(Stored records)
*** Begin section ***

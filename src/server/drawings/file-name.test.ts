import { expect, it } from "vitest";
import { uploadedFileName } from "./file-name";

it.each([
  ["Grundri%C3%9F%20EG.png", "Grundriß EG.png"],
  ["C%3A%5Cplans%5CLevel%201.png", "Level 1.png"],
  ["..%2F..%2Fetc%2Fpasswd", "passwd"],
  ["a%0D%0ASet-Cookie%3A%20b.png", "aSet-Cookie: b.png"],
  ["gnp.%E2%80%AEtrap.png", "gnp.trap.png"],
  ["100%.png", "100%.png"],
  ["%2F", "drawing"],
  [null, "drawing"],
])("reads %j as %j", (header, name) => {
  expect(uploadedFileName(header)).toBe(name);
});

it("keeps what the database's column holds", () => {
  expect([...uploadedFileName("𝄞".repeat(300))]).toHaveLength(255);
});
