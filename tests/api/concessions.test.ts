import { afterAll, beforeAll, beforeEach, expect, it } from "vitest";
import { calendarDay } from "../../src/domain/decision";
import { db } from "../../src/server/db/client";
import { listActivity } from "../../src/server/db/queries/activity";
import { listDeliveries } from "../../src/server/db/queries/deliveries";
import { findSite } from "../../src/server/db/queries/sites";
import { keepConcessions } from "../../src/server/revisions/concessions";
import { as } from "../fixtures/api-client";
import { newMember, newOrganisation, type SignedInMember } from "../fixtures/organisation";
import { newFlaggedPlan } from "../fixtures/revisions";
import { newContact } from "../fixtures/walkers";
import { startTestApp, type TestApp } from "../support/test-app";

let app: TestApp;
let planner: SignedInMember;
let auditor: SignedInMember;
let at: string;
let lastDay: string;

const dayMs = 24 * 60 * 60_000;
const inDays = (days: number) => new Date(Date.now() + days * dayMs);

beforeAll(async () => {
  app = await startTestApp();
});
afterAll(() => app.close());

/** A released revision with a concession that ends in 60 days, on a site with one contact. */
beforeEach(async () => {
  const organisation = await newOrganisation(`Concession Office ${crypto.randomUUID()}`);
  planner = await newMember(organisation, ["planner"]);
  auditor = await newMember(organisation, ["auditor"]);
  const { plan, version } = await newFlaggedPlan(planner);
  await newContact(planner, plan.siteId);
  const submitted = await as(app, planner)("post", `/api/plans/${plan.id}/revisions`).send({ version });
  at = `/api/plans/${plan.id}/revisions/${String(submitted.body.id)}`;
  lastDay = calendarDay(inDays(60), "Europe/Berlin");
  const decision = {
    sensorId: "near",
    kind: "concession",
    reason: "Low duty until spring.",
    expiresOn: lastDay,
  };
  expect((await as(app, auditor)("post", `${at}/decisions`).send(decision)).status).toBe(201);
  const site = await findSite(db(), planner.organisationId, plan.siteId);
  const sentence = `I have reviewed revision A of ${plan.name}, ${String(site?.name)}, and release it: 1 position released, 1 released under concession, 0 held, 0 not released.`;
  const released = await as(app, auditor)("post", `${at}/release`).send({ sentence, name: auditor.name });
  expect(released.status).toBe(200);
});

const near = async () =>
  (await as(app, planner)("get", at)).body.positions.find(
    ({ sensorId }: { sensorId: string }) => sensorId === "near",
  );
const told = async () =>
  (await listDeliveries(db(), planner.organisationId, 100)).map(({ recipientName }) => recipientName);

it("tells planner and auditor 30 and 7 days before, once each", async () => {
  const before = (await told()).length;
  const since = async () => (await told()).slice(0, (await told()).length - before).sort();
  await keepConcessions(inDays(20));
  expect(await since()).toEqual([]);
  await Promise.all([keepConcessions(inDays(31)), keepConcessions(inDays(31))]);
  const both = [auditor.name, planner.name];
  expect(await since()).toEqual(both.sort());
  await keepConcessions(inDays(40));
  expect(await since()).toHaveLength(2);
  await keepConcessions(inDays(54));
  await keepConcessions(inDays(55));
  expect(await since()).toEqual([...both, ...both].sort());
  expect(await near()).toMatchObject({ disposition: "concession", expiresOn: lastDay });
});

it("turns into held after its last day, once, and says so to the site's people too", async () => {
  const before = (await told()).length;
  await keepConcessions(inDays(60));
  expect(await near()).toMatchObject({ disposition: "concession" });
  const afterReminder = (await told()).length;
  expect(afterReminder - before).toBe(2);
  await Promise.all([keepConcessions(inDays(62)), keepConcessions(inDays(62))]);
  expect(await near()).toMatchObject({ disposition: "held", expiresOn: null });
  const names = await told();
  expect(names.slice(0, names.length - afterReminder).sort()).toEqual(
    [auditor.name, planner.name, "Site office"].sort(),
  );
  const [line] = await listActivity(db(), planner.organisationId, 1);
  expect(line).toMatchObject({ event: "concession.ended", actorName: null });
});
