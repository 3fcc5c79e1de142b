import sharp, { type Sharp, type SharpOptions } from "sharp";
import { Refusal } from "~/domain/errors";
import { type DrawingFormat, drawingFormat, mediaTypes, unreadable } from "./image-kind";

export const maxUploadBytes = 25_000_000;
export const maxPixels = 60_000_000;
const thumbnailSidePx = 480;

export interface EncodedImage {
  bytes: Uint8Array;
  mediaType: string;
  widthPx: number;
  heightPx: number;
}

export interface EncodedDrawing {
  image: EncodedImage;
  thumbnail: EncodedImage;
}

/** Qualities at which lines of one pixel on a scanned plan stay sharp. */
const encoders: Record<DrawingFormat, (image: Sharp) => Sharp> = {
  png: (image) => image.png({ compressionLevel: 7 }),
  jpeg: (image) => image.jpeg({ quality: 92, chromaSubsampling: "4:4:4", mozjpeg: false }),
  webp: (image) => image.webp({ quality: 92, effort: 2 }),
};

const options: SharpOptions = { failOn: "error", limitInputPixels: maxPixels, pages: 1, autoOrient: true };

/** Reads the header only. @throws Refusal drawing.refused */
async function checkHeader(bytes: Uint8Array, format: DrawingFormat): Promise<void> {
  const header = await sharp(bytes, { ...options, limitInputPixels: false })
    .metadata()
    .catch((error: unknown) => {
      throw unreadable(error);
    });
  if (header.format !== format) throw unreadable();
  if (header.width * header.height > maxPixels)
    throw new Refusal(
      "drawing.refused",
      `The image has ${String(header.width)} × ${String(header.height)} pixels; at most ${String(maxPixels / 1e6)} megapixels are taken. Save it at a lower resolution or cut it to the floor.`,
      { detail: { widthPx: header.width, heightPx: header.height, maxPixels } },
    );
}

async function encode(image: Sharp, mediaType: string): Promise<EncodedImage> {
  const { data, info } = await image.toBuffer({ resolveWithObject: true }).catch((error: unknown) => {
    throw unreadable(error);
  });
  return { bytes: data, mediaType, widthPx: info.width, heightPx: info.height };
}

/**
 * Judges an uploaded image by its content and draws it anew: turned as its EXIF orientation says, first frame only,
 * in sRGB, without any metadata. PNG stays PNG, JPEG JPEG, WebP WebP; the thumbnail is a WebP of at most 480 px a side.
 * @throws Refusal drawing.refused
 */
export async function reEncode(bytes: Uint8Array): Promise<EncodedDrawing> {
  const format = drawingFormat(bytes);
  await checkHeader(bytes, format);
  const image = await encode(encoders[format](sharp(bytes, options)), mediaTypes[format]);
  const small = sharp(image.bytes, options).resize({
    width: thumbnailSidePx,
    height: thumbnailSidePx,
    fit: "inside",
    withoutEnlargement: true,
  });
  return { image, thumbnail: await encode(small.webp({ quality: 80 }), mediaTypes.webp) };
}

*** End section ***

TASK OBJECTIVE => The answer must be an exact copy of every record above.

OUTPUT =>
filename src/server/drawings/file-name.test.ts
import { expect, it } from "vitest";
import { uploadedFileName } from "./file-name";

it.each([
  ["Grundri%C3%9F%20EG.png", "Grundriß EG.png"],
  ["C%3A%5Cplans%5CLevel%201.png", "Level 1.png"],
  ["..%2F..%2Fetc%2Fpasswd", "passwd"],
  ["a%0D%0ASet-Cookie%3A%20b.png", "aSet-Cookie: b.png"],
  ["gnp.%E2%80%AEtrap.png", "gnp.trap.png"],
  ["100%.png", "100%.png"],
  ["%2F", "drawing"],
  [null, "drawing"],
])("reads %j as %j", (header, name) => {
  expect(uploadedFileName(header)).toBe(name);
});

it("keeps what the database's column holds", () => {
  expect([...uploadedFileName("𝄞".repeat(300))]).toHaveLength(255);
});
filename tests/api/concessions.test.ts
import { afterAll, beforeAll, beforeEach, expect, it } from "vitest";
import { calendarDay } from "../../src/domain/decision";
import { db } from "../../src/server/db/client";
import { listActivity } from "../../src/server/db/queries/activity";
import { listDeliveries } from "../../src/server/db/queries/deliveries";
import { findSite } from "../../src/server/db/queries/sites";
import { keepConcessions } from "../../src/server/revisions/concessions";
import { as } from "../fixtures/api-client";
import { newMember, newOrganisation, type SignedInMember } from "../fixtures/organisation";
import { newFlaggedPlan } from "../fixtures/revisions";
import { newContact } from "../fixtures/walkers";
import { startTestApp, type TestApp } from "../support/test-app";

let app: TestApp;
let planner: SignedInMember;
let auditor: SignedInMember;
let at: string;
let lastDay: string;

const dayMs = 24 * 60 * 60_000;
const inDays = (days: number) => new Date(Date.now() + days * dayMs);

beforeAll(async () => {
  app = await startTestApp();
});
afterAll(() => app.close());

/** A released revision with a concession that ends in 60 days, on a site with one contact. */
beforeEach(async () => {
  const organisation = await newOrganisation(`Concession Office ${crypto.randomUUID()}`);
  planner = await newMember(organisation, ["planner"]);
  auditor = await newMember(organisation, ["auditor"]);
  const { plan, version } = await newFlaggedPlan(planner);
  await newContact(planner, plan.siteId);
  const submitted = await as(app, planner)("post", `/api/plans/${plan.id}/revisions`).send({ version });
  at = `/api/plans/${plan.id}/revisions/${String(submitted.body.id)}`;
  lastDay = calendarDay(inDays(60), "Europe/Berlin");
  const decision = {
    sensorId: "near",
    kind: "concession",
    reason: "Low duty until spring.",
    expiresOn: lastDay,
  };
  expect((await as(app, auditor)("post", `${at}/decisions`).send(decision)).status).toBe(201);
  const site = await findSite(db(), planner.organisationId, plan.siteId);
  const sentence = `I have reviewed revision A of ${plan.name}, ${String(site?.name)}, and release it: 1 position released, 1 released under concession, 0 held, 0 not released.`;
  const released = await as(app, auditor)("post", `${at}/release`).send({ sentence, name: auditor.name });
  expect(released.status).toBe(200);
});

const near = async () =>
  (await as(app, planner)("get", at)).body.positions.find(
    ({ sensorId }: { sensorId: string }) => sensorId === "near",
  );
const told = async () =>
  (await listDeliveries(db(), planner.organisationId, 100)).map(({ recipientName }) => recipientName);

it("tells planner and auditor 30 and 7 days before, once each", async () => {
  const before = (await told()).length;
  const since = async () => (await told()).slice(0, (await told()).length - before).sort();
  await keepConcessions(inDays(20));
  expect(await since()).toEqual([]);
  await Promise.all([keepConcessions(inDays(31)), keepConcessions(inDays(31))]);
  const both = [auditor.name, planner.name];
  expect(await since()).toEqual(both.sort());
  await keepConcessions(inDays(40));
  expect(await since()).toHaveLength(2);
  await keepConcessions(inDays(54));
  await keepConcessions(inDays(55));
  expect(await since()).toEqual([...both, ...both].sort());
  expect(await near()).toMatchObject({ disposition: "concession", expiresOn: lastDay });
});

it("turns into held after its last day, once, and says so to the site's people too", async () => {
  const before = (await told()).length;
  await keepConcessions(inDays(60));
  expect(await near()).toMatchObject({ disposition: "concession" });
  const afterReminder = (await told()).length;
  expect(afterReminder - before).toBe(2);
  await Promise.all([keepConcessions(inDays(62)), keepConcessions(inDays(62))]);
  expect(await near()).toMatchObject({ disposition: "held", expiresOn: null });
  const names = await told();
  expect(names.slice(0, names.length - afterReminder).sort()).toEqual(
    [auditor.name, planner.name, "Site office"].sort(),
  );
  const [line] = await listActivity(db(), planner.organisationId, 1);
  expect(line).toMatchObject({ event: "concession.ended", actorName: null });
});
repository 3fcc5c79e1de142b
import sharp, { type Sharp, type SharpOptions } from "sharp";
import { Refusal } from "~/domain/errors";
import { type DrawingFormat, drawingFormat, mediaTypes, unreadable } from "./image-kind";

export const maxUploadBytes = 25_000_000;
export const maxPixels = 60_000_000;
const thumbnailSidePx = 480;

export interface EncodedImage {
  bytes: Uint8Array;
  mediaType: string;
  widthPx: number;
  heightPx: number;
}

export interface EncodedDrawing {
  image: EncodedImage;
  thumbnail: EncodedImage;
}

/** Qualities at which lines of one pixel on a scanned plan stay sharp. */
const encoders: Record<DrawingFormat, (image: Sharp) => Sharp> = {
  png: (image) => image.png({ compressionLevel: 7 }),
  jpeg: (image) => image.jpeg({ quality: 92, chromaSubsampling: "4:4:4", mozjpeg: false }),
  webp: (image) => image.webp({ quality: 92, effort: 2 }),
};

const options: SharpOptions = { failOn: "error", limitInputPixels: maxPixels, pages: 1, autoOrient: true };

/** Reads the header only. @throws Refusal drawing.refused */
async function checkHeader(bytes: Uint8Array, format: DrawingFormat): Promise<void> {
  const header = await sharp(bytes, { ...options, limitInputPixels: false })
    .metadata()
    .catch((error: unknown) => {
      throw unreadable(error);
    });
  if (header.format !== format) throw unreadable();
  if (header.width * header.height > maxPixels)
    throw new Refusal(
      "drawing.refused",
      `The image has ${String(header.width)} × ${String(header.height)} pixels; at most ${String(maxPixels / 1e6)} megapixels are taken. Save it at a lower resolution or cut it to the floor.`,
      { detail: { widthPx: header.width, heightPx: header.height, maxPixels } },
    );
}

async function encode(image: Sharp, mediaType: string): Promise<EncodedImage> {
  const { data, info } = await image.toBuffer({ resolveWithObject: true }).catch((error: unknown) => {
    throw unreadable(error);
  });
  return { bytes: data, mediaType, widthPx: info.width, heightPx: info.height };
}

/**
 * Judges an uploaded image by its content and draws it anew: turned as its EXIF orientation says, first frame only,
 * in sRGB, without any metadata. PNG stays PNG, JPEG JPEG, WebP WebP; the thumbnail is a WebP of at most 480 px a side.
 * @throws Refusal drawing.refused
 */
export async function reEncode(bytes: Uint8Array): Promise<EncodedDrawing> {
  const format = drawingFormat(bytes);
  await checkHeader(bytes, format);
  const image = await encode(encoders[format](sharp(bytes, options)), mediaTypes[format]);
  const small = sharp(image.bytes, options).resize({
    width: thumbnailSidePx,
    height: thumbnailSidePx,
    fit: "inside",
    withoutEnlargement: true,
  });
  return { image, thumbnail: await encode(small.webp({ quality: 80 }), mediaTypes.webp) };
}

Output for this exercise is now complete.